→ TASK DIRECTIONS:
Please set the lines down again exactly, from the top of the entries through the line that contains "the compensation's table-minus-model".

→ RECORDS FOR THE EXERCISE:

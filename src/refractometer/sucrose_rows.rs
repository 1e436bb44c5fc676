//! The sucrose compensation laid out per whole degree: what a reading path
//! on a small MCU evaluates, instead of the tables, the model and their join
//! on every reading.
//!
//! Temperature moves slowly, so [`SucroseRows`] keeps the correction of
//! [`SucroseCompensation`] at two temperatures (the whole degrees below and
//! above the reading's, and 4.5/40.5 °C at the ends of the range) along a
//! grid of %Brix read at temperature (−5, 0, 5, …, 90), worked out when the
//! temperature enters a new degree. A reading interpolates between the four
//! surrounding entries: two multiplications per row and one between rows.
//!
//! Why this grid: the published tables (OIV Table I, the juice table) have
//! rows at whole degrees and columns at multiples of 5 %Brix and are read
//! bilinearly, and off a table's cells the compensation's table-minus-model
//! offset lives on a lattice of the same nodes and is read bilinearly. All
//! of that is linear between grid points, so the interpolation reproduces
//! it: on a table cell the reading is the one [`SucroseCompensation`] gives.
//! Only the model (a cubic in temperature and in %Brix, and its curvature
//! term next to a table) is curved between grid points;
//! `tests/sucrose_rows.rs` measures the difference over the whole range.
//!
//! Cost of a new degree: 78 corrections through [`SucroseCompensation`]
//! (per row, its 20 grid points and 19 segment middles).
//! State: two rows of 19 segments × 3 values (536 bytes in I8F24 or f32).

use super::compensation::SucroseCompensation;
use super::reading::brix_cells::{brix_of_nd, nd_of_brix};
use super::scales::{APPARENT_BRIX_MAX, APPARENT_BRIX_MIN, SucroseBrix, apparent_brix};
use super::sucrose_temperature::{MODEL_MAX_C, MODEL_MIN_C, UNCERTAINTY_PER_KELVIN};
use super::{
    Compensated, CompensationBasis, CompensationNote, SampleCompensation, SampleDomain, TradeScale,
};
use crate::error::{Error, Quantity};
use crate::lit;
use crate::scalar::{Scalar, split_floor};

/// %Brix between grid points of a row: the tables' column step.
pub const ROW_STEP_BRIX: i32 = 5;
/// The first grid point, %Brix (below [`APPARENT_BRIX_MIN`]).
const FIRST_NODE: i32 = -5;
/// Grid points per row: −5 to 90 %Brix (above [`APPARENT_BRIX_MAX`]).
pub const ROW_NODES: usize = 20;

const _: () = assert!(
    (FIRST_NODE as f64) < APPARENT_BRIX_MIN
        && (FIRST_NODE + ROW_STEP_BRIX * (ROW_NODES as i32 - 1)) as f64 > APPARENT_BRIX_MAX
);

/// Largest magnitude of a row entry (a correction or twice a segment's
/// bend), %Brix: the published corrections and the model stay under 2.5
/// %Brix at 5–40 °C; a row entry beyond it is left to the compensation
/// itself.
const ROW_LIMIT: f64 = 4.0;

/// Grid segments per row.
const SEGMENTS: usize = ROW_NODES - 1;

/// The correction along the grid at one temperature: per segment, its
/// values at the segment's two grid points (the correction changes its
/// form, without a step, at a table's edge on a grid point).
#[derive(Clone, Copy, Debug, PartialEq)]
struct Row<S> {
    /// %Brix to add at each segment's lower and upper grid point, and twice
    /// its bend (`c0 + c1 − 2·c½`).
    ends: [(S, S, S); SEGMENTS],
    /// Bit `k`: segment `k` is inside a published table's cells.
    table: u32,
    /// Bit `k`: segment `k` was worked out (else a reading that needs it
    /// goes through [`SucroseCompensation`] itself).
    valid: u32,
}

impl<S: Scalar> Row<S> {
    const EMPTY: Self = Self {
        ends: [(S::ZERO, S::ZERO, S::ZERO); SEGMENTS],
        table: 0,
        valid: 0,
    };
}

/// [`SucroseCompensation`] with its corrections prepared per whole degree (see
/// the [module docs](self)). [`SampleCompensation::compensate_prepared`] reads
/// the prepared rows; the other methods are those of the compensation it
/// wraps (calibration standards go through them).
///
/// ```
/// use embedded_optics::refractometer::SampleCompensation;
/// use embedded_optics::refractometer::compensation::SucroseCompensation;
/// use embedded_optics::refractometer::sucrose_rows::SucroseRows;
/// let exact = SucroseCompensation::juice_lab();
/// let mut rows = SucroseRows::<f64>::new(exact);
/// // A juice read at 25.3 °C (nD 1.3560): the same nD at 20 °C within 1e-6.
/// let fast = rows.compensate_prepared(1.3560, 25.3).unwrap();
/// let slow = exact.compensate(1.3560f64, 25.3).unwrap();
/// assert!((fast.nd20 - slow.nd20).abs() < 1e-6);
/// ```
#[derive(Clone, Copy, Debug, PartialEq)]
pub struct SucroseRows<S> {
    exact: SucroseCompensation,
    /// The interval the rows are for, in half degrees; `None` before the
    /// first reading.
    span: Option<(i32, i32)>,
    lower: Row<S>,
    upper: Row<S>,
}

/// The two row temperatures around `t` (half degrees), and `t`'s place
/// between them with `1/width` per kelvin (1, or 2 for the half-degree pairs
/// at the ends of the range).
fn around<S: Scalar>(t: S) -> Result<(i32, i32, S, S), Error> {
    let t = t.check_range(
        Quantity::Temperature,
        lit!(S, MODEL_MIN_C),
        lit!(S, MODEL_MAX_C),
    )?;
    // Keys of the range's ends and of the whole degrees inside it.
    const LOW: i32 = (2.0 * MODEL_MIN_C) as i32;
    const HIGH: i32 = (2.0 * MODEL_MAX_C) as i32;
    let (whole, _) = split_floor(t)?;
    let (lo, hi) = if 2 * whole < LOW + 1 {
        (LOW, LOW + 1)
    } else if 2 * whole + 1 >= HIGH {
        (HIGH - 1, HIGH)
    } else {
        (2 * whole, 2 * whole + 2)
    };
    let per_kelvin = S::from_i32(2 / (hi - lo).max(1))?;
    let f = t.sub(S::from_ratio_pow2(lo, 1)?)?.mul(per_kelvin)?;
    Ok((lo, hi, f, per_kelvin))
}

→ YOUR RESPONSE:
filename src/refractometer/sucrose_rows.rs
repository 1e436bb44c5fc676
//! The sucrose compensation laid out per whole degree: what a reading path
//! on a small MCU evaluates, instead of the tables, the model and their join
//! on every reading.
//!
//! Temperature moves slowly, so [`SucroseRows`] keeps the correction of
//! [`SucroseCompensation`] at two temperatures (the whole degrees below and
//! above the reading's, and 4.5/40.5 °C at the ends of the range) along a
//! grid of %Brix read at temperature (−5, 0, 5, …, 90), worked out when the
//! temperature enters a new degree. A reading interpolates between the four
//! surrounding entries: two multiplications per row and one between rows.
//!
//! Why this grid: the published tables (OIV Table I, the juice table) have
//! rows at whole degrees and columns at multiples of 5 %Brix and are read
//! bilinearly, and off a table's cells the compensation's table-minus-model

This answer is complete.